# 0.0 IMPORTS

In [1]:
import pandas as pd
import numpy as np
import datetime

from sklearn.ensemble      import RandomForestRegressor
from boruta import BorutaPy

## 0.1. Loading Data

In [2]:
#df6 = df5.copy()
df6 = pd.read_csv('df5.csv', delimiter=';')

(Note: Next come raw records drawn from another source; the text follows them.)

//! The per-pulsar reduction: the Woodbury form of the Gaussian likelihood of one pulsar with its
//! timing model marginalised, reduced to X = F^T P^-1 r and Z = F^T P^-1 F on the analysis
//! Fourier basis (van Haasteren & Vallisneri 2014; Chamberlin et al. 2015). Everything the
//! correlation analysis needs afterwards is X, Z and the sky direction.

use crate::basis::{chromatic_scale, ecorr_epochs, fourier_basis, timing_model, ECORR_EPOCH_GAP_S};
use crate::constants::SECONDS_PER_DAY;
use crate::error::{Error, Result};
use crate::linalg::ScaledCholesky;
use crate::noise::{NoiseModel, PulsarNoise};
use crate::release::{Pulsar, Release};
use crate::sky::Direction;
use crate::spectrum::{frequencies, PowerLaw};
use ndarray::{s, Array1, Array2, Axis};
use rayon::prelude::*;

/// The shared time origin and analysis frequencies of an array.
#[derive(Clone, Debug, PartialEq, serde::Serialize)]
pub struct FrequencyGrid {
    /// Earliest MJD of the array (t = 0).
    pub t0_mjd: f64,
    /// Span of the whole array, seconds.
    pub t_span: f64,
    /// Analysis frequencies f_j = j / T_span, j = 1..K (Hz).
    pub freqs: Vec<f64>,
}

impl FrequencyGrid {
    /// The grid of a release with `k` analysis frequencies.
    pub fn for_release(release: &Release, k: usize) -> Result<Self> {
        let (lo, hi) = release.mjd_range();
        Self::new(lo, hi, k)
    }

    /// The grid spanning `[mjd_lo, mjd_hi]` with `k` frequencies.
    pub fn new(mjd_lo: f64, mjd_hi: f64, k: usize) -> Result<Self> {
        let t_span = (mjd_hi - mjd_lo) * SECONDS_PER_DAY;
        if t_span.is_nan() || t_span <= 0.0 {
            return Err(Error::setting(
                "span",
                "the array spans no time (all TOAs at one MJD)",
            ));
        }
        if k == 0 {
            return Err(Error::setting("frequencies", "need at least one frequency"));
        }
        Ok(FrequencyGrid {
            t0_mjd: mjd_lo,
            t_span,
            freqs: frequencies(k, t_span),
        })
    }

    /// Number of analysis frequencies K.
    pub fn k(&self) -> usize {
        self.freqs.len()
    }

    /// Seconds since t0 for a list of MJDs.
    pub fn seconds(&self, mjd: &[f64]) -> Vec<f64> {
        mjd.iter()
            .map(|&m| (m - self.t0_mjd) * SECONDS_PER_DAY)
            .collect()
    }

    /// The first `k` frequencies of the same ladder j / T_span (k may exceed K).
    pub fn ladder(&self, k: usize) -> Vec<f64> {
        frequencies(k, self.t_span)
    }
}

/// One pulsar reduced to the analysis basis.
#[derive(Clone, Debug)]
pub struct Reduced {
    pub label: String,
    pub direction: Direction,
    /// X = F^T P^-1 r (length 2K).
    pub x: Array1<f64>,
    /// Z = F^T P^-1 F (2K x 2K, symmetric positive semi-definite).
    pub z: Array2<f64>,
}

/// The Woodbury-factored model of one pulsar, kept so that new residual vectors (simulations,
/// injections) can be reduced in O(n * cols) without refactoring.
///
/// ECORR is folded into the white noise rather than added as basis columns: N is then block
/// diagonal (one block D_I + c^2 1 1^T per epoch I), and the Sherman-Morrison formula
/// (Sherman & Morrison 1950) gives N_I^-1 = D_I^-1 - beta D_I^-1 1 1^T D_I^-1 with
/// beta = c^2 / (1 + c^2 1^T D_I^-1 1). The cost then does not grow with the number of epochs.
pub struct PulsarModel {
    /// D^-1/2 per TOA (D: the diagonal white noise).
    sqrt_dinv: Vec<f64>,
    /// D^-1/2 [T | F] (n x (cols + 2K)): the whitened model basis and analysis basis.
    wa: Array2<f64>,
    /// Number of columns of T.
    n_t: usize,
    /// ECORR epochs: TOA indices and beta.
    epochs: Vec<(Vec<usize>, f64)>,
    /// Row e: sum over epoch e of D^-1/2 times the rows of `wa` (E x (cols + 2K)).
    v: Array2<f64>,
    chol: ScaledCholesky,
    /// L^-1 D_S^-1 T^T N^-1 F (cols x 2K).
    qf: Array2<f64>,
    /// Z = F^T P^-1 F.
    pub z: Array2<f64>,
}

/// Which processes enter a pulsar's covariance besides its white noise.
#[derive(Clone, Copy, Debug, Default)]
pub struct AutoPower<'a> {
    /// The common process's auto-power, on the K analysis frequencies.
    pub common: Option<&'a PowerLaw>,
}

impl PulsarModel {
    /// Build the model T = [M | F_red | F_dm] with prior B and white noise N (EFAC, EQUAD,
    /// ECORR; docs/conventions.md), and factor S = B^-1 + T^T N^-1 T.
    pub fn build(
        p: &Pulsar,
        noise: &PulsarNoise,
        grid: &FrequencyGrid,
        auto: AutoPower,
    ) -> Result<Self> {
        let n = p.n_toa();
        let k = grid.k();
        let t = grid.seconds(&p.mjd);

        // White noise D_ii = (EFAC sigma_i)^2 + EQUAD^2 per backend.
        let whites: Vec<_> = p.backends.iter().map(|b| noise.white_for(b)).collect();
        let sqrt_dinv: Vec<f64> = (0..n)
            .map(|i| {
                let w = &whites[p.backend[i]];
                let var = (w.efac * p.sigma[i]).powi(2) + w.equad().powi(2);
                1.0 / var.sqrt()
            })
            .collect();

        // Frequencies needed by any block; one Fourier basis serves them all.
        let k_common = if auto.common.is_some() { k } else { 0 };
        let k_red = noise.red.map_or(0, |r| r.n_frequencies.unwrap_or(k));
        let k_r = k_common.max(k_red);
        let k_dm = noise.dm.map_or(0, |d| d.n_frequencies.unwrap_or(k));
        let k_max = k.max(k_r).max(k_dm);
        let ladder = grid.ladder(k_max);
        let fourier = fourier_basis(&t, &ladder);

        // Columns of [T | F] and the prior inverses of T (0 for the timing model's flat prior).
        let m = timing_model(p, &t)?;
        let mut blocks: Vec<Array2<f64>> = vec![m];
        let mut binv: Vec<f64> = vec![0.0; blocks[0].ncols()];
        if k_r > 0 {
            blocks.push(fourier.slice(s![.., ..2 * k_r]).to_owned());
            for (j, &f) in ladder[..k_r].iter().enumerate() {
                let mut phi = 0.0;
                if let Some(c) = auto.common.filter(|_| j < k_common) {
                    phi += c.coefficient_variance(f, grid.t_span);
                }
                if let Some(r) = noise.red.filter(|_| j < k_red) {
                    phi += r.power_law().coefficient_variance(f, grid.t_span);
                }
                binv.extend([1.0 / phi, 1.0 / phi]);
            }
        }
        if let Some(dm) = noise.dm {
            let mut fd = fourier.slice(s![.., ..2 * k_dm]).to_owned();
            for (mut row, sc) in fd.rows_mut().into_iter().zip(chromatic_scale(&p.freq_mhz)) {
                row *= sc;
            }
            blocks.push(fd);
            for &f in &ladder[..k_dm] {
                let phi = dm.power_law().coefficient_variance(f, grid.t_span);
                binv.extend([1.0 / phi, 1.0 / phi]);
            }
        }
        let n_t = binv.len();
        blocks.push(fourier.slice(s![.., ..2 * k]).to_owned());
        let views: Vec<_> = blocks.iter().map(|b| b.view()).collect();
        let mut wa = ndarray::concatenate(Axis(1), &views).expect("blocks share rows");
        drop(blocks);
        for (mut row, &w) in wa.rows_mut().into_iter().zip(&sqrt_dinv) {
            row *= w;
        }

        // ECORR epochs and their Sherman-Morrison terms.
        let use_ecorr: Vec<bool> = whites.iter().map(|w| w.ecorr().is_some()).collect();
        let epochs: Vec<(Vec<usize>, f64)> = if use_ecorr.iter().any(|&u| u) {
            ecorr_epochs(&t, &p.backend, &use_ecorr, ECORR_EPOCH_GAP_S)
                .into_iter()
                .map(|(b, idx)| {
                    let c2 = whites[b].ecorr().expect("ecorr backend").powi(2);
                    let sum_dinv: f64 = idx.iter().map(|&i| sqrt_dinv[i] * sqrt_dinv[i]).sum();
                    (idx, c2 / (1.0 + c2 * sum_dinv))
                })
                .collect()
        } else {
            Vec::new()
        };
        let mut v = Array2::<f64>::zeros((epochs.len(), wa.ncols()));
        for (e, (idx, _)) in epochs.iter().enumerate() {
            let mut row = v.row_mut(e);
            for &i in idx {
                row.scaled_add(sqrt_dinv[i], &wa.row(i));
            }
        }

        // [T | F]^T N^-1 [T | F] in one GEMM, less the ECORR correction V^T diag(beta) V.
        let mut gram = wa.t().dot(&wa);
        if !epochs.is_empty() {
            let mut bv = v.clone();
            for (mut row, (_, beta)) in bv.rows_mut().into_iter().zip(&epochs) {
                row *= *beta;
            }
            gram -= &v.t().dot(&bv);
        }
        let mut smat = gram.slice(s![..n_t, ..n_t]).to_owned();
        for (i, b) in binv.iter().enumerate() {
            smat[[i, i]] += b;
        }
        let chol = ScaledCholesky::new(
            &smat,
            &format!("S = B^-1 + T^T N^-1 T of pulsar {}", p.label),
        )?;
        let tnf = gram.slice(s![..n_t, n_t..]).to_owned();
        let qf = chol.whiten(&tnf);
        let fnf = gram.slice(s![n_t.., n_t..]).to_owned();
        let z = symmetrise(&fnf - &qf.t().dot(&qf));
        Ok(PulsarModel {
            sqrt_dinv,
            wa,
            n_t,
            epochs,
            v,
            chol,
            qf,
            z,
        })
    }

    /// X = F^T P^-1 r for a residual vector r (s), by the Woodbury identity.
    pub fn reduce(&self, r: &[f64]) -> Array1<f64> {
        let wr: Array1<f64> = r.iter().zip(&self.sqrt_dinv).map(|(a, b)| a * b).collect();
        let mut g = self.wa.t().dot(&wr);
        if !self.epochs.is_empty() {
            let s: Array1<f64> = self
                .epochs
                .iter()
                .map(|(idx, beta)| {
                    beta * idx.iter().map(|&i| self.sqrt_dinv[i] * wr[i]).sum::<f64>()
                })
                .collect();
            g -= &self.v.t().dot(&s);
        }
        let tnr = g.slice(s![..self.n_t]).to_owned();
        let fnr = g.slice(s![self.n_t..]).to_owned();
        let q = self.chol.whiten(&tnr.insert_axis(Axis(1)));
        fnr - self.qf.t().dot(&q.slice(s![.., 0]))
    }

    /// Number of TOAs.
    pub fn n_toa(&self) -> usize {
        self.sqrt_dinv.len()
    }

    /// log det S (for likelihood evaluations).
    pub fn log_det_s(&self) -> f64 {
        self.chol.log_det()
    }
}

fn symmetrise(z: Array2<f64>) -> Array2<f64> {
    let zt = z.t().to_owned();
    (z + zt) * 0.5
}

/// Reduce one pulsar: build its model and apply it to its residuals.
pub fn reduce_pulsar(
    p: &Pulsar,
    noise: &PulsarNoise,
    grid: &FrequencyGrid,
    auto: AutoPower,
) -> Result<Reduced> {
    let model = PulsarModel::build(p, noise, grid, auto)?;
    let x = model.reduce(&p.residual);
    if x.iter().chain(model.z.iter()).any(|v| !v.is_finite()) {
        return Err(Error::NonFinite {
            what: format!("the reduction of pulsar {}", p.label),
        });
    }
    Ok(Reduced {
        label: p.label.clone(),
        direction: p.direction,
        x,
        z: model.z,
    })
}

/// Reduce every pulsar of a release in parallel (one rayon task per pulsar).
pub fn reduce_release(
    release: &Release,
    noise: &NoiseModel,
    grid: &FrequencyGrid,
    common: Option<&PowerLaw>,
) -> Result<Vec<Reduced>> {
    crate::linalg::single_threaded_blas();
    release
        .pulsars
        .par_iter()
        .map(|p| reduce_pulsar(p, &noise.pulsar(&p.label), grid, AutoPower { common }))
        .collect()
}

# 6.0 STEP 06: FEATURE SELECTION

In [3]:
df6.columns

Index(['store', 'day_of_week', 'date', 'sales', 'promo', 'school_holiday',
       'store_type', 'assortment', 'competition_distance',
       'competition_open_since_month', 'competition_open_since_year', 'promo2',
       'promo2_since_week', 'promo2_since_year', 'is_promo', 'year', 'month',
       'day', 'week_of_year', 'year_week', 'competition_since',
       'competition_time_month', 'promo_since', 'promo_time_week',
       'state_holiday_christmas', 'state_holiday_easter_holiday',
       'state_holiday_public_holiday', 'state_holiday_regular_day',
       'day_of_week_sin', 'day_of_week_cos', 'month_sin', 'month_cos',
       'day_sin', 'day_cos', 'week_of_year_sin', 'week_of_year_cos'],
      dtype='object')

## 6.1 Split original DataFrame into train and test

In [4]:
# Columns date to date format:
df6['date'] = pd.to_datetime(df6['date'])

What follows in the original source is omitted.